> _SUPPLIED RECORDS_:
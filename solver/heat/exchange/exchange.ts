/**
 * The law of a surface during one interval, by the surface's own temperature.
 *
 *   q(Ts, t) = imposed(t) + h(Ts, Ta, t) (Ta(t) − Ts) + ε σ (Te(t)⁴ − Ts⁴)      q [W/m²] positive into the part
 *
 * Ts, Ta, Te temperatures of the surface, of the surroundings and of the enclosure (absolute in the last term), h film
 * coefficient, ε emissivity. A held surface follows its temperature; its law gives no flux.
 */
import { blackFlux, blackSlope, isStraight, type OutOfRange } from '../../materials';
import type { LaidExposure } from '../../model';
import type { Interval } from '../system';
import { coefficientInside, type CoefficientInside } from './coefficient';
import { courseInside, NO_COURSE, type CourseInside } from './courseInside';

/** Film and radiation of an exposure. */
interface FilmInside {
  readonly coefficient: CoefficientInside;
  readonly surroundings: CourseInside;
  /** 0: none. */
  readonly emissivity: number;
  readonly enclosure: CourseInside;
}

export class Exchange {
  /** After `at`: q. After `linearise`: also ∂q/∂Ts and ∂q/∂t. */
  flux = 0;
  fluxPerKelvin = 0;
  fluxSlope = 0;
  private imposed = NO_COURSE;
  private held: CourseInside | null = null;
  private film: FilmInside | null = null;
  private isStraight = true;

  enter(exposure: LaidExposure, interval: Interval): void {
    this.imposed = exposure.kind === 'flux' ? courseInside(exposure.flux, interval) : NO_COURSE;
    this.held = exposure.kind === 'temperature' ? courseInside(exposure.temperature, interval) : null;
    this.film = exposure.kind === 'film' ? filmInside(exposure, interval) : null;
    this.isStraight = isStraight(exposure);
  }

  /** Temperature course of a held surface, or null. */
  get heldCourse(): CourseInside | null {
    return this.held;
  }

  /** Whether q is straight in Ts. */
  get straight(): boolean {
    return this.isStraight;
  }

  at(surface: number, time: number): void {
    let flux = this.imposed.at(time);
    const { film } = this;
    if (film !== null) {
      const surroundings = film.surroundings.at(time);
      flux += film.coefficient.at(surface, surroundings, time) * (surroundings - surface);
      if (film.emissivity > 0) flux += film.emissivity * blackFlux(film.enclosure.at(time), surface);
    }
    this.flux = flux;
  }

  linearise(surface: number, time: number): void {
    const { film } = this;
    this.flux = this.imposed.at(time);
    this.fluxPerKelvin = 0;
    this.fluxSlope = this.imposed.slopeAt(time);
    if (film === null) return;
    const { coefficient } = film;
    const surroundings = film.surroundings.at(time);
    const rate = film.surroundings.slopeAt(time);
    const h = coefficient.at(surface, surroundings, time);
    const difference = surroundings - surface;
    this.flux += h * difference;
    this.fluxPerKelvin += coefficient.perSurface(surface, surroundings, time) * difference - h;
    const bySurroundings = rate === 0 ? 0 : coefficient.perSurroundings(surface, surroundings, time) * rate;
    this.fluxSlope += (coefficient.perSecond(surface, surroundings, time) + bySurroundings) * difference + h * rate;
    if (film.emissivity > 0) {
      const enclosure = film.enclosure.at(time);
      this.flux += film.emissivity * blackFlux(enclosure, surface);
      this.fluxPerKelvin -= film.emissivity * blackSlope(surface);
      this.fluxSlope += film.emissivity * blackSlope(enclosure) * film.enclosure.slopeAt(time);
    }
  }

  /** What drives the surface furthest: the lowest and the highest of its temperatures outside, °C; none with a flux alone. */
  outside(time: number): { lowest: number; highest: number } {
    const { film } = this;
    if (film === null) return { lowest: Infinity, highest: -Infinity };
    const surroundings = film.surroundings.at(time);
    const enclosure = film.emissivity > 0 ? film.enclosure.at(time) : surroundings;
    return { lowest: Math.min(surroundings, enclosure), highest: Math.max(surroundings, enclosure) };
  }

  /** What a correlation is used outside of, with the surface at a temperature. */
  outOfRange(surface: number, time: number): OutOfRange[] {
    const { film } = this;
    return film === null ? [] : film.coefficient.outOfRange(surface, film.surroundings.at(time));
  }
}

function filmInside(exposure: Extract<LaidExposure, { kind: 'film' }>, interval: Interval): FilmInside {
  const { radiation } = exposure;
  return {
    coefficient: coefficientInside(exposure.coefficient, interval),
    surroundings: courseInside(exposure.surroundings, interval),
    emissivity: radiation?.emissivity ?? 0,
    enclosure: radiation === null ? NO_COURSE : courseInside(radiation.enclosure, interval),
  };
}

> _ASSIGNMENT_: If a line in the entries above contains "number", report it.

> _REPLY TO THE EXERCISE_:
  readonly emissivity: number;
  at(surface: number, time: number): void {
  linearise(surface: number, time: number): void {
  outside(time: number): { lowest: number; highest: number } {
  outOfRange(surface: number, time: number): OutOfRange[] {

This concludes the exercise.